Mervyn King a tout récemment été nommé pour un second mandat à la tête de la Banque d’Angleterre en dépit d’une certaine réticence manifestée par le Premier ministre britannique. Toutefois, les faux pas évidents de King dans la déroute de la banque Northern Rock n’ont pas terni le prestige d’un homme considéré comme un des artisans de l’expansion économique de son pays ces dix dernières années. De plus, c’est King, en sa qualité de sous-gouverneur puis de gouverneur, qui a inauguré et conduit avec succès l’indépendance de la Banque d’Angleterre.

Au même moment, son collègue américain de la Fed, Ben Bernanke, accomplissant la première moitié de son premier mandat de quatre ans, semble mal parti pour un second mandat.
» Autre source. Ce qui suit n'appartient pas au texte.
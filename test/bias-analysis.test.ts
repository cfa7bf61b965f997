/**
 * The bias framework on its own terms: recorded reasoning, typed errors,
 * polarity symmetry, energy balance, closed form versus iteration, and the
 * record agreeing with the numbers. Device values are invented for the tests.
 */
import fc from "fast-check";
import { describe, expect, it } from "vitest";
import { analyzeStage } from "../lib/bias/analyze.js";
import { hasClosedForm, newSolution, solveNetwork, type BiasNetwork } from "../lib/bias/solve.js";
import { topologyIds, type Stage } from "../lib/bias/topology.js";
import type { DeviceCard } from "../lib/device/card.js";
import { ConvergenceError, InfeasibleError, InputError } from "../lib/errors.js";
import * as biasFormulas from "../lib/formulas/bias.formulas.js";
import * as deviceFormulas from "../lib/formulas/device.formulas.js";
import { Derivation, type FormulaStep } from "../lib/record/derivation.js";
import { expectReevaluates } from "./support/reevaluate.js";

// Invented cards (not a real process).
const ncard: DeviceCard = { name: "test-n", polarity: "nmos", kp: 150e-6 as DeviceCard["kp"], vt0: 0.6 as DeviceCard["vt0"], lambda: 0.04 as DeviceCard["lambda"], gamma: 0.45 as DeviceCard["gamma"], phi: 0.7 as DeviceCard["phi"] };
const pcard: DeviceCard = { ...ncard, name: "test-p", polarity: "pmos", vt0: -0.6 as DeviceCard["vt0"] };
const dev = (card: DeviceCard) => ({ card, w: 20e-6 as Stage["device"]["w"], l: 1e-6 as Stage["device"]["l"] });
const steps = (rec: Derivation) => rec.steps.filter((s): s is FormulaStep => s.kind === "formula");
const allFormulas: Record<string, { fn: (...a: number[]) => number }> = { ...biasFormulas, ...deviceFormulas } as never;

const fourR = (over: Partial<Stage> & { components?: Record<string, number> } = {}): Stage => ({
  topology: "four-resistor",
  device: dev(ncard),
  components: { rg1: 300e3, rg2: 100e3, rd: 4.7e3, rs: 1e3 },
  supplies: { vdd: 9 } as Stage["supplies"],
  body: "rail",
  ...over,
});

describe("bias analysis: the record", () => {
  it("registers the five single-transistor topologies", () => {
    for (const id of ["fixed-gate", "four-resistor", "drain-feedback", "source-follower", "current-source-bias"]) expect(topologyIds()).toContain(id);
  });

  it("records every formula with the numbers that reproduce its result", () => {
    for (const stage of [fourR(), fourR({ device: dev({ ...ncard, lambda: 0 as DeviceCard["lambda"], gamma: 0 as DeviceCard["gamma"] }) })]) {
      const rec = new Derivation("t");
      analyzeStage(stage, rec);
      expect(steps(rec).length).toBeGreaterThan(10);
      for (const s of steps(rec)) {
        const f = allFormulas[s.formula];
        expect(f, s.formula).toBeDefined();
        const r = f!.fn(...s.inputs.map((i) => i.value));
        expect(Object.is(r, s.result.value) || Math.abs(r - s.result.value) <= 1e-15 * Math.abs(r), `${s.formula}`).toBe(true);
      }
    }
  });

  it("every recorded step re-evaluates with mathjs units to its recorded result, for all five topologies", () => {
    const flat = { ...ncard, lambda: 0 as DeviceCard["lambda"], gamma: 0 as DeviceCard["gamma"] };
    const stages: Stage[] = [
      fourR(),
      fourR({ device: dev(flat), components: { rg1: 100e3, rg2: 300e3, rd: 20e3, rs: 100 } }), // closed form, triode re-solve
      { topology: "fixed-gate", device: dev(pcard), components: { vg: 1, rd: 2e3, rs: 500 }, supplies: { vdd: 5 } as Stage["supplies"], body: "rail" },
      { topology: "drain-feedback", device: dev(flat), components: { rf: 1e6, rd: 10e3, rs: 1e3 }, supplies: { vdd: 5 } as Stage["supplies"] },
      { topology: "source-follower", device: dev(ncard), components: { rg1: 100e3, rg2: 100e3, rs: 2e3, rd: 500 }, supplies: { vdd: 5, vss: -5 } as Stage["supplies"], body: "rail" },
      { topology: "current-source-bias", device: dev(flat), components: { vg: 0, iss: 100e-6, rd: 20e3 }, supplies: { vdd: 2.5, vss: -2.5 } as Stage["supplies"] },
      { topology: "current-source-bias", device: dev(ncard), components: { vg: 0, iss: 100e-6, rd: 20e3 }, supplies: { vdd: 2.5, vss: -2.5 } as Stage["supplies"], body: "rail" },
    ];
    for (const st of stages) {
      const rec = new Derivation(st.topology);
      analyzeStage(st, rec);
      expect(expectReevaluates(rec)).toBeGreaterThan(10);
    }
  });

  it("gives the same numbers with and without a record", () => {
    const a = analyzeStage(fourR());
    const b = analyzeStage(fourR(), new Derivation("t"));
    expect(b.nodes).toEqual(a.nodes);
    expect(b.currents).toEqual(a.currents);
    expect(b.metrics).toEqual(a.metrics);
  });

  it("states the cutoff conclusion in numbers when the gate cannot reach threshold", () => {
    const rec = new Derivation("t");
    const a = analyzeStage(fourR({ components: { rg1: 1e6, rg2: 50e3, rd: 4.7e3, rs: 1e3 }, device: dev({ ...ncard, lambda: 0 as DeviceCard["lambda"] }), body: "source" }), rec);
    expect(a.region).toBe("cutoff");
    expect(a.currents.drainMagnitude).toBe(0);
    const note = rec.steps.find((s) => s.kind === "note" && s.title === "Region: cutoff");
    expect(note && note.kind === "note" && note.text).toMatch(/VOV0 = -0\.1\d* V ≤ 0/);
    expect(a.findings.some((f) => f.includes("cutoff"))).toBe(true);
    expect(a.metrics.amplifiers).toEqual([]);
  });

  it("records the first cut, then the exact iteration, when λ and the body effect enter", () => {
    const rec = new Derivation("t");
    const a = analyzeStage(fourR(), rec);
    expect(a.solver.method).toBe("bracketed-newton");
    const titles = rec.steps.map((s) => s.title);
    expect(titles).toContain("First cut");
    expect(titles).toContain("Exact solution");
    expect(steps(rec).some((s) => s.formula === "bodyEffectThreshold")).toBe(true);
    expect(rec.checks.find((c) => c.title.startsWith("Solver: device current equals"))?.passed).toBe(true);
  });
});

describe("bias analysis: bad input gets typed errors naming the field", () => {
  it("negative resistor", () => {
    const e = (() => {
      try {
        analyzeStage(fourR({ components: { rg1: 300e3, rg2: 100e3, rd: -4.7e3, rs: 1e3 } }));
      } catch (x) {
        return x;
      }
    })();
    expect(e).toBeInstanceOf(InputError);
    expect((e as Error).message).toMatch(/components\.rd: got -4700, expected a resistance ≥ 0 Ω/);
  });
  it("unknown and missing components, NaN, unknown topology", () => {
    expect(() => analyzeStage(fourR({ components: { rg1: 1, rg2: 1, rd: 1, rs: 1, rx: 3 } }))).toThrow(/components\.rx/);
    expect(() => analyzeStage(fourR({ components: { rg1: 1, rg2: 1, rd: 1 } }))).toThrow(/components\.rs: got nothing/);
    expect(() => analyzeStage(fourR({ components: { rg1: 1, rg2: 1, rd: NaN, rs: 1 } }))).toThrow(InputError);
    expect(() => analyzeStage(fourR({ topology: "cascode-thing" }))).toThrow(/one of the topology ids/);
  });
  it("supplies that are upside down are infeasible, explained in numbers", () => {
    expect(() => analyzeStage(fourR({ supplies: { vdd: -1, vss: 0 } as Stage["supplies"] }))).toThrow(InfeasibleError);
    expect(() => analyzeStage(fourR({ supplies: { vdd: -1, vss: 0 } as Stage["supplies"] }))).toThrow(/vdd = -1 V must be above supplies\.vss = 0 V/);
  });
  it("a current sink of zero is refused", () => {
    expect(() => analyzeStage({ topology: "current-source-bias", device: dev(ncard), components: { vg: 1, iss: 0, rd: 1e3 }, supplies: { vdd: 3 } as Stage["supplies"] })).toThrow(/iss: got 0, expected a current > 0 A/);
  });
  it("the solver names the stage when it cannot converge (a network forced out of its bracket)", () => {
    const n: BiasNetwork = { k: 1e-3, vt0: 0.5, gamma: 0, phi: 0.7, lambda: 0.01, clm: "continuous", vdr: 5, vsr: 0, gateToDrain: false, vg: 2, rd: 1e3, rs: 1e3, iss: 0, bodyToRail: false };
    expect(solveNetwork(n, newSolution(), "stage \"x\"").id).toBeGreaterThan(0);
    expect(() => solveNetwork({ ...n, vg: NaN }, newSolution(), 'stage "x"')).toThrow(ConvergenceError);
    expect(() => solveNetwork({ ...n, vg: NaN }, newSolution(), 'stage "x"')).toThrow(/stage "x"/);
  });
});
Ayant pris ses fonctions le 1er février 2006 après avoir été choisi par George W. Bush, Bernanke est considéré comme un républicain modéré. Tout comme Mervyn King, Ben Bernanke est sous le feu de critiques encore plus intenses l’accusant de n’avoir pas démarré à temps les baisses de taux américains, d’être responsable de l’emballement des prix et de la baisse du dollar... Les critiques les plus virulentes le rendent également responsable d’avoir encouragé le développement des prêts subprimes ces dernières années et même ses plus fervents soutiens ont été déstabilisés par ses décisions récentes, la plus spectaculaire ayant été à ce jour la baisse en urgence de 0,75 point des taux américains ! Malheureusement pour Bernanke, Bush ne sera plus président lorsque sonnera le moment de sa réélection et il est fort peu probable qu’il sache la négocier avec le brio de son prédécesseur Alan Greenspan. Ce dernier avait effectivement démontré son talent politique et son opportunisme en occupant ce poste successivement sous des présidents républicains et démocrates, soit sous les présidents Bush père, Bill Clinton et Bush fils. Greenspan avait eu la chance de voir son mandat renouvelé à la fin du premier mandat de Clinton en 1996. Entre temps, il avait su convaincre Clinton d’adopter une approche fiscale prudente qui avait contribué à faire prospérer l’économie américaine. Il n’est même pas acquis que Bernanke soit ré-appointé en cas de victoire du républicain McCain car celui-ci s’est distancé du président de la Fed en plusieurs occasions et dispose de son propre panel de spécialistes financiers de haut vol. Bien évidemment, le sort de Ben Bernanke est étroitement lié à l’économie de son pays et 2008 sera à ce titre déterminante. Ainsi, si les Etats-Unis parviennent à éviter la récession, il conservera en ses mains de précieux atouts pour sa réélection.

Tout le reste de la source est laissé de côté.